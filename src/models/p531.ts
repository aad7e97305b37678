/**
 * Faraday rotation through the ionosphere — ITU-R P.531 (from memory):
 * Ω = 2.36 × 10^4 · B_av · N_T / f² rad, N_T the slant electron content (el/m²),
 * f in Hz, B_av the mean longitudinal geomagnetic field (default 5 × 10^−5 T).
 * The constant is e³ / (8 π² ε0 m_e² c) in SI units.
 */
import { checkAtLeast, checkRange, type Interval } from './range.js';

export const P531_VALIDITY = { frequencyMHz: [30, 30_000] as Interval };
/** 1 TECU = 10^16 electrons/m². */
export const ELECTRONS_PER_M2_PER_TECU = 1e16;

/** Faraday rotation angle (deg, can exceed 360) — ITU-R P.531 (from memory). */
export function faradayRotationDeg(a: { frequencyMHz: number; electronContentTECU: number; magneticFieldT?: number }): number {
  checkRange('faradayRotationDeg', 'frequencyMHz', a.frequencyMHz, P531_VALIDITY.frequencyMHz, 'MHz');
  checkAtLeast('faradayRotationDeg', 'electronContentTECU', a.electronContentTECU, 0, 'TECU');
  const b = a.magneticFieldT ?? 5e-5;
  const fHz = a.frequencyMHz * 1e6;
  const rad = (2.36e4 * b * a.electronContentTECU * ELECTRONS_PER_M2_PER_TECU) / (fHz * fHz);
  return (rad * 180) / Math.PI;
}
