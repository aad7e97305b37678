/** Noise temperatures, system temperature and G/T. */
import { checkAtLeast, checkRange } from './range.js';

/** Boltzmann constant (J/K), exact in the 2019 SI. */
export const BOLTZMANN_J_PER_K = 1.380649e-23;
/** 10 log10(k) = −228.599… dBW/(K·Hz) (rounds to the trade value −228.60). */
export const BOLTZMANN_DBW_PER_K_HZ = 10 * Math.log10(BOLTZMANN_J_PER_K);
/** Cosmic background temperature (K) used in the sky-noise formula (P.618 §3; from memory). */
export const COSMIC_BACKGROUND_K = 2.725;
export const T0_K = 290;
/** Default mean radiating temperature T_mr (K) of the atmosphere (P.618 §3; from memory). */
export const DEFAULT_MEAN_RADIATING_TEMPERATURE_K = 275;

/** T_mr ≈ 37.34 + 0.81 T_s (K), T_s the surface temperature (P.618 §3; from memory). */
export function meanRadiatingTemperatureK(a: { surfaceTemperatureK: number }): number {
  checkRange('meanRadiatingTemperatureK', 'surfaceTemperatureK', a.surfaceTemperatureK, [180, 340], 'K');
  return 37.34 + 0.81 * a.surfaceTemperatureK;
}

/**
 * Sky brightness temperature seen through an atmosphere of total attenuation A (dB):
 * T_sky = T_mr (1 − 10^(−A/10)) + T_c 10^(−A/10) — ITU-R P.618-13 §3 (T_mr, T_c from memory).
 */
export function skyNoiseTemperatureK(a: { attenuationDB: number; meanRadiatingTemperatureK?: number }): number {
  checkAtLeast('skyNoiseTemperatureK', 'attenuationDB', a.attenuationDB, 0, 'dB');
  const tmr = a.meanRadiatingTemperatureK ?? DEFAULT_MEAN_RADIATING_TEMPERATURE_K;
  const tr = 10 ** (-a.attenuationDB / 10);
  return tmr * (1 - tr) + COSMIC_BACKGROUND_K * tr;
}

/** T = T0 (10^(NF/10) − 1) (K), T0 = 290 K (IEEE definition of noise figure; common practice). */
export function noiseTemperatureFromFigureK(noiseFigureDB: number): number {
  checkAtLeast('noiseTemperatureFromFigureK', 'noiseFigureDB', noiseFigureDB, 0, 'dB');
  return T0_K * (10 ** (noiseFigureDB / 10) - 1);
}

export type SystemNoiseInput =
  | { antennaTemperatureK: number; feedLossDB: number; receiverNoiseFigureDB: number }
  | { antennaTemperatureK: number; feedLossDB: number; receiverTemperatureK: number };

/**
 * System temperature at the LNA input (K): T_A 10^(−L/10) + T0 (1 − 10^(−L/10)) + T_rx,
 * the feed loss L at physical temperature T0 = 290 K (Friis cascade; common practice).
 */
export function systemNoiseTemperatureK(a: SystemNoiseInput): number {
  const fn = 'systemNoiseTemperatureK';
  checkAtLeast(fn, 'antennaTemperatureK', a.antennaTemperatureK, 0, 'K');
  checkAtLeast(fn, 'feedLossDB', a.feedLossDB, 0, 'dB');
  let trx: number;
  if ('receiverTemperatureK' in a) {
    checkAtLeast(fn, 'receiverTemperatureK', a.receiverTemperatureK, 0, 'K');
    trx = a.receiverTemperatureK;
  } else {
    trx = noiseTemperatureFromFigureK(a.receiverNoiseFigureDB);
  }
  const g = 10 ** (-a.feedLossDB / 10);
  return a.antennaTemperatureK * g + T0_K * (1 - g) + trx;
}

/** G/T = G − L_feed − 10 log10 T_sys (dB/K), referred to the LNA input (common practice). */
export function gOverTDBK(a: { gainDBi: number; feedLossDB: number; systemTemperatureK: number }): number {
  checkAtLeast('gOverTDBK', 'systemTemperatureK', a.systemTemperatureK, 0, 'K', true);
  return a.gainDBi - a.feedLossDB - 10 * Math.log10(a.systemTemperatureK);
}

******************************

_Task to carry out:_ Which lines above include the word "systemTemperatureK"? Show each one.

_Result of the task:_
export function gOverTDBK(a: { gainDBi: number; feedLossDB: number; systemTemperatureK: number }): number {
  checkAtLeast('gOverTDBK', 'systemTemperatureK', a.systemTemperatureK, 0, 'K', true);
  return a.gainDBi - a.feedLossDB - 10 * Math.log10(a.systemTemperatureK);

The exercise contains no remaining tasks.